# Minimum Spanning Tree - Path or Start-End

18 views (last 30 days)
Gern on 17 Jun 2021
Commented: Gern on 18 Jun 2021
Hello,
I computed the minimum spanning tree of 3D points and now want to extract the path (i.e. node per node) of the whole MST.
[EDIT]
I did this with the following code:
% Delaunay Triangulation
DT = delaunayTriangulation(pts); % pts: [nx3] Input points
e = DT.edges;
% Distances of the edges for weights
plist1 = pts(e(:,1),:);
plist2 = pts(e(:,2),:);
diffs = plist2-plist1;
dists = vecnorm(diffs');
% create Graph
G = graph(e(:,1), e(:,2), dists);
% Create Minimum spanning tree
[mst, pred] = minspantree(G);
I totally forgot to describe my very special input data. It is data sampled from a rail-bound measurement system (3D Positions), so the MST is almost a perfect path with few exceptions.
The predecessor nodes vector doesnt seem to fit my needs. I would expect the points to be topologically sorted, but this is not the case if I sort the input points using this vector.
Basically, it would be enough for me to just determine the "start" and "end"-nodes of the tree, just like the built-in plot-function does. Then, I could compute the shortest path, which would give me a node list. In other words, I want to extract [19578, 2207] from the mst.
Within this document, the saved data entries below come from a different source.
package report

import (
	"strings"
	"testing"
	"time"

	"biasbin/picker"
)

// TestRankingNote: each state of a pick's ranking reads as what it is; a
// search stopped at its time limit never reads as proven, and names the
// limit and the way to search to the end.
func TestRankingNote(t *testing.T) {
	tests := []struct {
		r       picker.Ranking
		want    []string
		notWant string
	}{
		{picker.Ranking{Proven: true, Ranked: 15, Rounds: 1}, []string{"proven", "15 builds"}, "stopped"},
		{picker.Ranking{Ranked: 1}, []string{"proven among the 1 build", "--settle"}, "stopped"},
		{picker.Ranking{Stopped: true, TimeLimit: 30 * time.Second, Ranked: 15}, []string{"stopped at its 30 s time limit", "not proven the best", "--time-limit 0"}, "proven:"},
		{picker.Ranking{Stopped: true, TimeLimit: 1500 * time.Millisecond}, []string{"1.5 s"}, "proven:"},
	}
	for _, tt := range tests {
		got := RankingNote(tt.r)
		for _, w := range tt.want {
			if !strings.Contains(got, w) {
				t.Errorf("%+v: %q lacks %q", tt.r, got, w)
			}
		}
		if strings.Contains(got, tt.notWant) {
			t.Errorf("%+v: %q says %q", tt.r, got, tt.notWant)
		}
	}
}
Here is a picture of the plot-function result. If the plot function can do this almost instantly, there must be a way I can do it.
Thank you!
[EDIT]
I came up with this solution for now. It does not take too long, but longer than the plot function, which finds the same node-pair as "start" and "end", so I thought there might be a "trick".
function idx = sortMST(pts)
% function to build the mst like shown above
[mst,~] = buildMST(pts);
% possible endpoints
d1nodes = find(degree(mst)==1);
% the node-pair with the maximum distance is the one I am looking for
dists = distances(mst, d1nodes, d1nodes);
maximum = max(max(dists));
[i,~]=find(dists==maximum);
% Breadth-first graph search, to connect all nodes and find the path
idx = bfsearch(mst,d1nodes(i));
end

Christine Tobler on 17 Jun 2021
In general, you can't rely on the fact that a minimum spanning tree will just be one path. However, if you have a graph for which that's the case, you can find the two leaf nodes between which the path lies as follows:
rng default;
G = graph(sprandn(10, 10, 0.6), 'upper')
G =
graph with properties: Edges: [22×2 table] Nodes: [10×0 table]
T = minspantree(G);
% Plot G, highlight nodes and edges that are part of T
p = plot(G);
highlight(p, T);
% Compute leaf nodes of T (nodes that only have one edge)
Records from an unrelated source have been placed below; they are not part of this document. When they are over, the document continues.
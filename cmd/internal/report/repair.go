package report

import (
	"fmt"

	"biasbin/picker"
	"biasbin/picker/repair"
	"biasbin/solver/fault"
	"biasbin/solver/notation"
)

// BenchCaution words one repair-bench caution.
func BenchCaution(c repair.Caution) string {
	switch c.Kind {
	case repair.CautionMains:
		return "the unit on the bench may hold mains voltage elsewhere on it, whatever this stage's supply; keep one hand clear and work from an isolating transformer where the unit draws from the mains"
	case repair.CautionCharged:
		return "capacitors can stay charged after the power is off; discharge them through a resistor before lifting or fitting a part"
	case repair.CautionServiceSupply:
		return "measure with the supply applied as the service notes say (the voltages here assume the stated rails)"
	case repair.CautionHighSupply:
		return fmt.Sprintf("the stage's own supply spans %s, above the %s extra-low-voltage boundary: touching it can hurt", notation.FormatVoltage(c.Value), notation.FormatVoltage(c.Limit))
	case repair.CautionLocalCodes:
		return "follow local codes and licensed practice; hand a unit you may not open to someone who may"
	}
	return fmt.Sprintf("caution %d", int(c.Kind))
}

// SubstituteFailure words one limit a substitute (or a changed stage)
// breaks.
func SubstituteFailure(f repair.Failure) string {
	switch f.Kind {
	case repair.FailVCEO:
		return fmt.Sprintf("VCEO %s derated to %.0f %% is below the %s supply span", notation.FormatVoltage(f.Limit), 100*picker.VoltageDerating, notation.FormatVoltage(f.Value))
	case repair.FailICMax:
		return fmt.Sprintf("IC max %s derated to %.0f %% is below the worst-case IC %s", notation.FormatCurrent(f.Limit), 100*picker.CurrentDerating, notation.FormatCurrent(f.Value))
	case repair.FailDissipation:
		return fmt.Sprintf("a part runs at %.0f %% of its derated, margined dissipation at some corner", 100*f.Value)
	case repair.FailNotActive:
		return fmt.Sprintf("%.0f of %.0f worst-case corners leave the active region or the VCE margin", f.Value, f.Limit)
	case repair.FailSolve:
		return fmt.Sprintf("the stage does not solve with this part: %v", f.Err)
	}
	return fmt.Sprintf("failure %d", int(f.Kind))
}

// FaultKind words a fault kind as a technician says it.
func FaultKind(k fault.Kind) string {
	switch k {
	case fault.None:
		return "no fault"
	case fault.Open:
		return "open"
	case fault.Short:
		return "shorted"
	case fault.Drift:
		return "drifted"
	case fault.BEOpen:
		return "base-emitter junction open"
	case fault.BEShort:
		return "base-emitter junction shorted"
	case fault.BCOpen:
		return "base-collector junction open"
	case fault.BCShort:
		return "base-collector junction shorted"
	case fault.CEShort:
		return "collector-emitter shorted"
	case fault.Leak:
		return "collector-base leakage"
	case fault.LowHFE:
		return "hFE far below its range"
	}
	return k.String()
}

// FaultValue words a fitted fault's own value ("" when it has none).
func FaultValue(f fault.Fault) string {
	switch f.Kind {
	case fault.Drift:
		return notation.FormatResistance(f.Ohm)
	case fault.Leak:
		return notation.FormatCurrent(f.Leak_A)
	case fault.LowHFE:
		return fmt.Sprintf("hFE %.3g", f.HFE)
	}
	return ""
}

// Expectation words what a check is expected to show.
func Expectation(c fault.Check, e fault.Expect) string {
	switch e.Outcome {
	case fault.OpenCircuit:
		if c == fault.Resistance {
			return "open (over range)"
		}
		return "open: no conduction either way"
	case fault.ShortCircuit:
		return "a short: near 0 Ω"
	case fault.Normal:
		switch c {
		case fault.DiodeBE, fault.DiodeBC:
			return "a normal junction: about 0.5–0.7 V one way, open the other"
		case fault.ResistanceCE:
			return "open both ways (no path)"
		case fault.HFE:
			return "within its datasheet range"
		case fault.LeakageCB:
			return "no leakage worth reading"
		}
		return "normal"
	case fault.Value:
		switch c {
		case fault.Resistance:
			return notation.FormatResistance(e.Value)
		case fault.HFE:
			return fmt.Sprintf("about %.3g", e.Value)
		case fault.LeakageCB:
			return "about " + notation.FormatCurrent(e.Value)
		}
	}
	return e.Outcome.String()
}

// CheckAction words how to take a check.
func CheckAction(c fault.Check, p fault.Position) string {
	switch c {
	case fault.Resistance:
		return fmt.Sprintf("power off, discharge, lift one leg of %s and measure its resistance", upper(p.String()))
	case fault.DiodeBE:
		return "power off, discharge, take the transistor out and diode-test base to emitter both ways"
	case fault.DiodeBC:
		return "power off, discharge, take the transistor out and diode-test base to collector both ways"
	case fault.ResistanceCE:
		return "power off, discharge, take the transistor out and measure collector to emitter both ways"
	case fault.HFE:
		return "power off, take the transistor out and measure its hFE on a tester"
	case fault.LeakageCB:
		return "power off, take the transistor out and measure the collector-base reverse current"
	}
	return c.String()
}

// upper is the position as printed on a board ("R1", "RC", "Q").
func upper(s string) string {
	b := []byte(s)
	for i, c := range b {
		if c >= 'a' && c <= 'z' {
			b[i] = c - 'a' + 'A'
		}
	}
	return string(b)
}

// PositionName is a fault position as printed on a board ("R1", "Q").
func PositionName(p fault.Position) string { return upper(p.String()) }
leafNodes = find(degree(T) == 1)
leafNodes = 4×1
1 2 6 8
% If T were just one long line, leafNodes would have two elements,
% and you could use
% shortestpath(t, leafNodes(1), leafNodes(2));
% to find that path
Gern on 18 Jun 2021
Thank you for your detailed answer! I will mark this as solved for now but I will keep your idea of the iterative algorithm in mind, in case the distance computation gets to costly. Right now, at 50000 input points, there are only 200 leaf nodes, so its runs quite fast.
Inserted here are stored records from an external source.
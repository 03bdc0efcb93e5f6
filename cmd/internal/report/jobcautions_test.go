package report

import (
	"strings"
	"testing"

	"biasbin/picker/job"
	"biasbin/solver/safety"
)

// TestJobCautionOneWording: a caution in the short form reads as check
// words the same caution (one wording each), and every kind is worded;
// a supply above ELV (120 V d.c., IEC 61140) is the ELV caution, one above
// 60 V d.c. (IEC 62368-1 ES1, from memory) the touch caution.
func TestJobCautionOneWording(t *testing.T) {
	tests := []struct {
		short job.Caution
		full  safety.Caution
	}{
		{job.Caution{Kind: job.CautionSupply, Value: 63, Limit: safety.TouchVoltage_V},
			safety.Caution{Kind: safety.AboveTouchVoltage, Supply_V: 63, Limit_V: safety.TouchVoltage_V}},
		{job.Caution{Kind: job.CautionSupply, Value: 150, Limit: safety.ELVTop_V},
			safety.Caution{Kind: safety.AboveELV, Supply_V: 150, Limit_V: safety.ELVTop_V}},
		{job.Caution{Kind: job.CautionVCEO, Value: 50, Limit: 45}, safety.Caution{Kind: safety.OverVCEO, VCE_V: 50, VCEO_V: 45}},
		{job.Caution{Kind: job.CautionVCEOCutoff, Value: 50, Limit: 45}, safety.Caution{Kind: safety.SupplyOverVCEO, Supply_V: 50, VCEO_V: 45}},
		{job.Caution{Kind: job.CautionICMax, Value: 0.2, Limit: 0.1}, safety.Caution{Kind: safety.OverICMax, IC_A: 0.2, ICMax_A: 0.1}},
		{job.Caution{Kind: job.CautionNominalOnly}, safety.Caution{Kind: safety.NominalOnly}},
	}
	for _, tt := range tests {
		if got, want := JobCaution(tt.short), Caution(tt.full); got != want {
			t.Errorf("JobCaution(%+v) = %q, want %q", tt.short, got, want)
		}
	}
	hot := JobCaution(job.Caution{Kind: job.CautionHotPart, Part: "rc", Build: 2, Utilization: 0.9})
	for _, w := range []string{"build #2", "RC", "90 %", "can burn"} {
		if !strings.Contains(hot, w) {
			t.Errorf("hot part %q lacks %q", hot, w)
		}
	}
}
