package report

import (
	"slices"
	"strings"

	"biasbin/picker"
	"biasbin/solver"
)

// Ranges writes accepted ranges for --help: one line per quantity with its
// span, and its reason indented below.
func Ranges(rs []solver.Range) string {
	var b strings.Builder
	b.WriteString("Accepted ranges (anything outside is refused, exit 2):")
	for _, r := range rs {
		b.WriteString("\n  " + r.Quantity + ": " + r.Span())
		line := "     "
		for _, w := range strings.Fields(r.Why) {
			if len(line)+1+len(w) > 78 {
				b.WriteString("\n" + line)
				line = "     "
			}
			line += " " + w
		}
		b.WriteString("\n" + line)
	}
	return b.String()
}

// RangesMarkdown writes accepted ranges as the README's table.
func RangesMarkdown(rs []solver.Range) string {
	var b strings.Builder
	b.WriteString("| input | quantity | accepted | why |\n|---|---|---|---|\n")
	for _, r := range rs {
		b.WriteString("| `" + r.Field + "` | " + r.Quantity + " | " + r.Span() + " | " + r.Why + " |\n")
	}
	return b.String()
}

// AllRanges lists every accepted range of the program: the solver's for a
// stage and its parts, then the picker's for a pick request.
func AllRanges() []solver.Range {
	out := solver.Ranges()
	for _, r := range picker.RequestRanges() {
		if !slices.ContainsFunc(out, func(o solver.Range) bool { return o.Field == r.Field }) {
			out = append(out, r)
		}
	}
	return out
}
Steven Lord on 17 Jun 2021
If the plot function can do this almost instantly
The plot function plays "connect the dots". The start and end of the line to be drawn are the first and last points in the vector you pass into it, so there's no "determining" involved. [Well, if you're plotting a graph or digraph that does try to determine where the nodes should be placed using the various layout functions described in the documentation for the 'Layout' input to the graph and digraph plot functions, but I think that's not really what you meant.]
How are you computing the minimum spanning tree? Did you create a graph or digraph object and call minspantree on it?
What would you consider the "start" and "end" of the minimum spanning tree for the Bucky graph?
g = graph(bucky);
m = minspantree(g);
h = plot(g);
hold on
plot(m, 'XData', h.XData, 'YData', h.YData, 'EdgeColor', 'r', 'LineWidth', 4)
From visual inspection nodes 42, 58, 30, 47, 59, or 57 are all potential candidates as are many other nodes. Where would you say this tree starts and ends?
Gern on 17 Jun 2021
Thank you for your answer! I updated my question with details. The plot function (or the layout manager) seems to sort the points somehow, because the order, or the start and end nodes are always exactly the nodes I am looking for. Unfortunately, these points do not simply correspond to the first and last line of the MST output. I have found a solution to my problem, but it is not really optimal. Maybe it is also not optimally possible, but it confuses me that the plot-function somehow manages it.